Friday, February 11, 2011

Just one of those days...


Do you ever have one of these days? I sure am!
Lyla and I aren't finished breast feeding as per my below note. It all went downhill after she was upset at me for being gone, and I thought for sure my milk was gone too! Man was I wrong.... now she's feeding more than ever.

Just got back from the Pediatrician. No help there. It wasn't our regular Doctor and this "fill in" just wasn't helping us at all.
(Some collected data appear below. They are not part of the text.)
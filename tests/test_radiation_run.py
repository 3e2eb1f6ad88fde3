"""The radiation-enhanced temperature-index method in the kernel and through the commands."""

from __future__ import annotations

import subprocess
import sys

import numpy as np
import pandas as pd
import pytest
import rasterio

from firnline.cli import main
from firnline.kernel import Method
from firnline.radiation import RadiationTable


def table(values_w_m2: np.ndarray) -> RadiationTable:
    """A table whose every day of year gives ``values_w_m2`` (n_cells,)."""
    nodes = np.array([1, 183, 366])
    v = np.repeat(np.asarray(values_w_m2, np.float32)[None, :], 3, axis=0)
    return RadiationTable(doy_nodes=nodes, values=v, scale_w_m2=1.0)


def annual(r):
    return (r.acc_winter + r.acc_summer - r.snow_melt_winter - r.snow_melt_summer
            - r.ice_melt_winter - r.ice_melt_summer)


def test_radiation_method_reduces_to_degree_day(builders):
    """With zero radiation factors and the melt factor equal to both degree-day factors,
    the radiation method (Hock 1999, J. Glaciology 45(149)) is the degree-day method."""
    z = np.linspace(2000, 3200, 61)
    rec = builders.constant_record(t=4.0)
    dd = builders.station_run(z, np.ones(61, bool), 2000.0, *rec, builders.kernel_params(ddf_snow=4.5, ddf_ice=4.5))
    rad = builders.station_run(z, np.ones(61, bool), 2000.0, *rec,
                     builders.kernel_params(ddf_snow=1.0, ddf_ice=9.0, melt_factor=4.5, radiation_factor_snow=0.0,
                            radiation_factor_ice=0.0, method=Method.RADIATION),
                     radiation=table(np.linspace(0, 400, 61)))
    np.testing.assert_array_equal(annual(dd), annual(rad))


def test_radiation_melt_by_hand(builders):
    """One day at T = 3 C on bare ice (no snow): melt = (MF + a_ice I) (T - 0) (Hock 1999)."""
    one = np.ones(1, int)
    I = np.array([0.0, 100.0, 250.0])
    p = builders.kernel_params(lapse_rate_k_per_m=(0.0,) * 12, melt_factor=1.8, radiation_factor_snow=0.01,
               radiation_factor_ice=0.02, method=Method.RADIATION)
    r = builders.station_run(np.full(3, 2000.0), np.ones(3, bool), 2000.0, np.array([3.0]), np.array([0.0]),
                   one, one, np.zeros(1, int), np.ones(1, bool), p, radiation=table(I))
    np.testing.assert_allclose(r.ice_melt_winter[0, 0], (1.8 + 0.02 * I) * 3.0, rtol=1e-6)


def test_node_weights_interpolate_between_nodes():
    t = RadiationTable(doy_nodes=np.array([1, 11, 366]), values=np.array([[0.0], [100.0], [0.0]], np.float32),
                       scale_w_m2=1.0)
    lo, hi, w = t.node_weights([1, 6, 11])
    i = ((1 - w) * t.values[lo, 0] + w * t.values[hi, 0])
    np.testing.assert_allclose(i, [0.0, 50.0, 100.0])
    np.testing.assert_allclose(t.subset([0]).values, t.values)


@pytest.fixture
def rad_case(plane_case):
    def build(**extra):
        sections = {"melt": {"method": "radiation"},
                    "radiation": {"time_step_minutes": 60, "horizon_sectors": 8, "horizon_distance_m": 2000.0}}
        for k, v in extra.items():
            sections.setdefault(k, {}).update(v)
        return plane_case(**sections)
    return build


def test_terrain_writes_radiation_climatology_and_reuses_the_cache(rad_case, tmp_path):
    cfg = rad_case(radiation={"write_horizons": True})
    out = tmp_path / "terrain"
    r1 = subprocess.run([sys.executable, "-m", "firnline", "terrain", str(cfg), "--out", str(out)],
                        capture_output=True, text=True)
    assert r1.returncode == 0, r1.stderr
    assert "computed the radiation climatology" in r1.stderr
    with rasterio.open(out / "radiation_monthly.tif") as m, rasterio.open(out / "radiation_annual.tif") as a:
        assert m.count == 12 and m.units[0] == "W m-2" and "June" in m.descriptions[5]
        monthly = m.read(masked=True)
        ann = a.read(1, masked=True)
    # the plane (45 deg) faces south at 46 N: June above December, annual mean between
    assert monthly[5].mean() > 1.5 * monthly[11].mean()
    assert monthly.min() >= 0 and monthly.max() < 1367.0          # below the solar constant (FAO-56)
    assert monthly[11].mean() < ann.mean() < monthly[5].mean()
    with rasterio.open(out / "horizon.tif") as h:
        assert h.count == 8
    r2 = subprocess.run([sys.executable, "-m", "firnline", "terrain", str(cfg), "--out", str(out)],
                        capture_output=True, text=True)
    assert r2.returncode == 0 and "reused the cached radiation climatology" in r2.stderr


def test_run_scenarios_and_calibration_inputs_with_the_radiation_method(rad_case, tmp_path):
    """A run with the radiation method melts more than one with its melt factor alone; the
    scenario sweep (cell subsets of the table) agrees with the run."""
    cfg = rad_case()
    assert main(["run", str(cfg), "--out", str(tmp_path / "r"), "--quiet"]) == 0
    cfg0 = rad_case(melt={"radiation_factor_snow": 0.0, "radiation_factor_ice": 0.0})
    assert main(["run", str(cfg0), "--out", str(tmp_path / "r0"), "--quiet"]) == 0
    s = pd.read_csv(tmp_path / "r" / "summary.csv")
    s0 = pd.read_csv(tmp_path / "r0" / "summary.csv")
    assert (s.annual_balance_mwe < s0.annual_balance_mwe).all()
    cfg = rad_case()
    assert main(["scenarios", str(cfg), "--warming", "0", "1", "--out", str(tmp_path / "s"), "--quiet"]) == 0
    sc = pd.read_csv(tmp_path / "s" / "scenarios.csv")
    ref = sc[(sc.warming_k == 0) & (sc.precip_change_pct == 0)]
    assert ref.mean_annual_balance_mwe.iloc[0] == pytest.approx(s.annual_balance_mwe.mean(), abs=1e-4)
He told me that she will stop at some point. "DON'T GIVE IN". Well after thirty minutes of Lyla screaming at the office I think we scared everyone out of there. She had snot running down her face, she shoved her finger so far up her nose that she started crying even harder (if that was possible), my neck is clawed and sore, I can't think, and I wanted wine at 12pm. Houston, I think we have a problem.

I need to take control. Lyla can't get away with everything and if I keep it up she will be one of those cranky toddlers that bosses her parents around. Why is it so hard? She's 19 months old and she's in control.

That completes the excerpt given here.